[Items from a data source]

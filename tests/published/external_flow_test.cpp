// Worked examples of external forced convection from textbooks, from properties to heat flow. All
// recalled from memory; the books round on the way, so per cents are the tolerance.

#include <doctest/doctest.h>

#include <cmath>

#include "convelope/correlations/external/cylinder_crossflow.hpp"
#include "convelope/correlations/external/flat_plate.hpp"
#include "convelope/correlations/external/sphere.hpp"
#include "convelope/correlations/friction/flat_plate_friction.hpp"
#include "convelope/groups/film.hpp"

namespace {

using namespace convelope;
using convelope::units::metre;
using convelope::units::metre_per_second;
using convelope::units::square_metre_per_second;
using convelope::units::watt_per_metre_kelvin;

/// What the books look up, and the stream.
struct flow {
  double u, nu, k, Pr;

  template <class Length>
  auto reynolds_on(const Length& l) const {
    return reynolds(free_stream_velocity(u * metre_per_second), l,
                    kinematic_viscosity(nu * square_metre_per_second));
  }
  auto prandtl() const { return prandtl_number(Pr); }
  auto conductivity_of() const { return conductivity(k * watt_per_metre_kelvin); }
};

auto near(double x, double relative) { return doctest::Approx(x).epsilon(relative); }

}  // namespace

TEST_SUITE("published: external flow") {
  TEST_CASE("Incropera and DeWitt, Fundamentals of Heat and Mass Transfer, 5th ed., example 7.1") {
    // air of 6 kPa and 300 C over a plate of 27 C, 0.5 m long, 10 m/s; per metre of width
    const flow air{10.0, 5.21e-4, 0.0364, 0.687};
    const auto L = plate_length(0.5 * metre);
    const auto Re = air.reynolds_on(L);
    CHECK(Re.si() == near(9597.0, 1e-3));
    const auto Nu = flat_plate::laminar_isothermal_average{}(Re, air.prandtl());
    CHECK(Nu.inside());
    CHECK(Nu.si() == near(57.4, 2e-3));
    const auto h = film_coefficient(Nu, air.conductivity_of(), L);
    CHECK(h.si() == near(4.18, 2e-3));
    CHECK(h.si() * 0.5 * (300.0 - 27.0) == near(570.0, 2e-3));  // W/m
  }

  TEST_CASE("Incropera and DeWitt, Fundamentals of Heat and Mass Transfer, 5th ed., example 7.2") {
    // strip heaters of 50 mm in a row, 230 C, air of 25 C and 60 m/s, 1 m wide; film 400 K
    const flow air{60.0, 26.41e-6, 0.0338, 0.690};
    const auto first = plate_length(0.05 * metre);
    const auto h1 = film_coefficient(
        flat_plate::laminar_isothermal_average{}(air.reynolds_on(first), air.prandtl()),
        air.conductivity_of(), first);
    CHECK(h1.si() == near(134.0, 3e-3));
    CHECK(h1.si() * 0.05 * 205.0 == near(1370.0, 3e-3));  // W

    // the sixth: what leaves six strips less what leaves five
    const auto leaving = [&](double length) {
      const auto L = plate_length(length * metre);
      const auto Nu =
          flat_plate::mixed_average{}(air.reynolds_on(L), air.prandtl(), transition_reynolds(5e5));
      CHECK(Nu.inside());
      return film_coefficient(Nu, air.conductivity_of(), L).si() * length * 205.0;
    };
    CHECK(leaving(0.30) - leaving(0.25) == near(1440.0, 0.01));  // W
  }

  TEST_CASE("Cengel, Heat Transfer: A Practical Approach, 2nd ed., example 7-1") {
    // engine oil of 60 C over a plate of 20 C, 5 m long, 2 m/s; per metre of width. In the books'
    // numbers Pr is 50 times what the formula was made for: the verdict says so.
    const flow oil{2.0, 242e-6, 0.144, 2870.0};
    const auto L = plate_length(5.0 * metre);
    const auto Re = oil.reynolds_on(L);
    CHECK(Re.si() == near(4.13e4, 1e-3));
    const auto Nu = flat_plate::laminar_isothermal_average{}(Re, oil.prandtl());
    CHECK(Nu.verdict().correlation_crossed(0, 1, side::above));
    CHECK(Nu.si() == near(1918.0, 2e-3));
    const auto h = film_coefficient(Nu, oil.conductivity_of(), L);
    CHECK_FALSE(h.inside());
    CHECK(h.si() == near(55.2, 2e-3));
    CHECK(h.si() * 5.0 * (60.0 - 20.0) == near(11040.0, 2e-3));  // W
    // drag: C_f = 1.328 Re^-0.5 = 0.00653, density 876 kg/m3
    const auto Cf = flat_plate_friction::blasius_average{}(Re);
    CHECK(Cf.inside());
    CHECK(Cf.si() == near(0.00653, 2e-3));
    CHECK(Cf.si() * 5.0 * 876.0 * 2.0 * 2.0 / 2.0 == near(57.2, 3e-3));  // N
  }

  TEST_CASE("Cengel, Heat and Mass Transfer: A Practical Approach, 3rd ed., example 7-2") {
    // air of 83.4 kPa, 20 C and 8 m/s over a hot plate of 140 C, 1.5 m by 6 m; film 80 C
    const flow air{8.0, 2.548e-5, 0.02953, 0.7154};
    const auto along = plate_length(6.0 * metre);
    const auto Re = air.reynolds_on(along);
    CHECK(Re.si() == near(1.884e6, 1e-3));
    const auto mixed = flat_plate::mixed_average{}(Re, air.prandtl(), transition_reynolds(5e5));
    CHECK(mixed.inside());
    CHECK(mixed.si() == near(2687.0, 2e-3));
    const auto h = film_coefficient(mixed, air.conductivity_of(), along);
    CHECK(h.si() == near(13.2, 3e-3));
    CHECK(h.si() * 9.0 * 120.0 == near(14300.0, 3e-3));  // W

    const auto across = plate_length(1.5 * metre);
    const auto laminar =
        flat_plate::laminar_isothermal_average{}(air.reynolds_on(across), air.prandtl());
    CHECK(laminar.inside());
    CHECK(laminar.si() == near(408.0, 2e-3));
    CHECK(film_coefficient(laminar, air.conductivity_of(), across).si() * 9.0 * 120.0 ==
          near(8670.0, 3e-3));  // W
  }

  TEST_CASE("Incropera and DeWitt, Fundamentals of Heat and Mass Transfer, 5th ed., example 7.4") {
    // cylinder of 12.7 mm, 128.4 C, in air of 26.2 C and 10 m/s; film properties
    const flow air{10.0, 20.92e-6, 0.030, 0.700};
    const auto D = diameter(0.0127 * metre);
    const auto Re = air.reynolds_on(D);
    CHECK(Re.si() == near(6071.0, 1e-3));
    const auto Nu = cylinder_crossflow::churchill_bernstein_1977{}(Re, air.prandtl());
    CHECK(Nu.inside());
    CHECK(Nu.si() == near(40.6, 2e-3));
    const auto h = film_coefficient(Nu, air.conductivity_of(), D);
    CHECK(h.si() == near(96.0, 3e-3));
    CHECK(h.si() == near(102.0, 0.1));  // as measured, W/(m2 K)
  }

  TEST_CASE("Cengel, Heat and Mass Transfer: A Practical Approach, 3rd ed., example 7-5") {
    // steam pipe of 0.1 m, 110 C, in wind of 10 C and 8 m/s; per metre of length
    const flow air{8.0, 1.896e-5, 0.02808, 0.7202};
    const auto D = diameter(0.1 * metre);
    const auto Re = air.reynolds_on(D);
    CHECK(Re.si() == near(4.219e4, 1e-3));
    const auto Nu = cylinder_crossflow::churchill_bernstein_1977{}(Re, air.prandtl());
    CHECK(Nu.inside());
    CHECK(Nu.si() == near(124.0, 4e-3));
    const auto h = film_coefficient(Nu, air.conductivity_of(), D);
    CHECK(h.si() == near(34.8, 5e-3));
    CHECK(h.si() * 3.14159265 * 0.1 * 100.0 == near(1093.0, 5e-3));  // W
  }

  TEST_CASE("Incropera and DeWitt, Fundamentals of Heat and Mass Transfer, 5th ed., example 7.6") {
    // copper ball of 10 mm, 75 to 35 C, in air of 23 C and 10 m/s; viscosity at 55 C on the wall.
    // The wall is hotter than the gas, which the source's range leaves out: the verdict says so.
    const flow air{10.0, 15.36e-6, 0.0258, 0.709};
    const auto D = diameter(0.010 * metre);
    const auto Re = air.reynolds_on(D);
    CHECK(Re.si() == near(6510.0, 1e-3));
    const auto Nu = sphere::whitaker_1972{}(Re, air.prandtl(), viscosity_ratio(181.6 / 197.8));
    CHECK(Nu.verdict().correlation_crossed(0, 2, side::below));
    CHECK(Nu.si() == near(47.4, 2e-3));
    const auto h = film_coefficient(Nu, air.conductivity_of(), D);
    CHECK(h.si() == near(122.0, 3e-3));
    // 69.2 s to cool down, copper 8933 kg/m3, 387 J/(kg K)
    CHECK(8933.0 * 387.0 * 0.010 / (6.0 * h.si()) * std::log((75.0 - 23.0) / (35.0 - 23.0)) ==
          near(69.2, 5e-3));
  }

  TEST_CASE("Cengel, Heat and Mass Transfer: A Practical Approach, 3rd ed., example 7-6") {
    // steel ball of 0.25 m, on average 250 C, in air of 25 C and 3 m/s
    const flow air{3.0, 1.562e-5, 0.02551, 0.7296};
    const auto D = diameter(0.25 * metre);
    const auto Re = air.reynolds_on(D);
    CHECK(Re.si() == near(4.802e4, 1e-3));
    const auto Nu = sphere::whitaker_1972{}(Re, air.prandtl(), viscosity_ratio(1.849e-5 / 2.76e-5));
    CHECK(Nu.si() == near(135.0, 2e-3));
    const auto h = film_coefficient(Nu, air.conductivity_of(), D);
    CHECK(h.si() == near(13.8, 3e-3));
    CHECK(h.si() * 3.14159265 * 0.0625 * 225.0 == near(610.0, 5e-3));  // W
  }
}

> Goal of the exercise
Look above for lines with the word "convelope" and copy them all.

> Result below
#include "convelope/correlations/external/cylinder_crossflow.hpp"
#include "convelope/correlations/external/flat_plate.hpp"
#include "convelope/correlations/external/sphere.hpp"
#include "convelope/correlations/friction/flat_plate_friction.hpp"
#include "convelope/groups/film.hpp"
using namespace convelope;
using convelope::units::metre;
using convelope::units::metre_per_second;
using convelope::units::square_metre_per_second;
using convelope::units::watt_per_metre_kelvin;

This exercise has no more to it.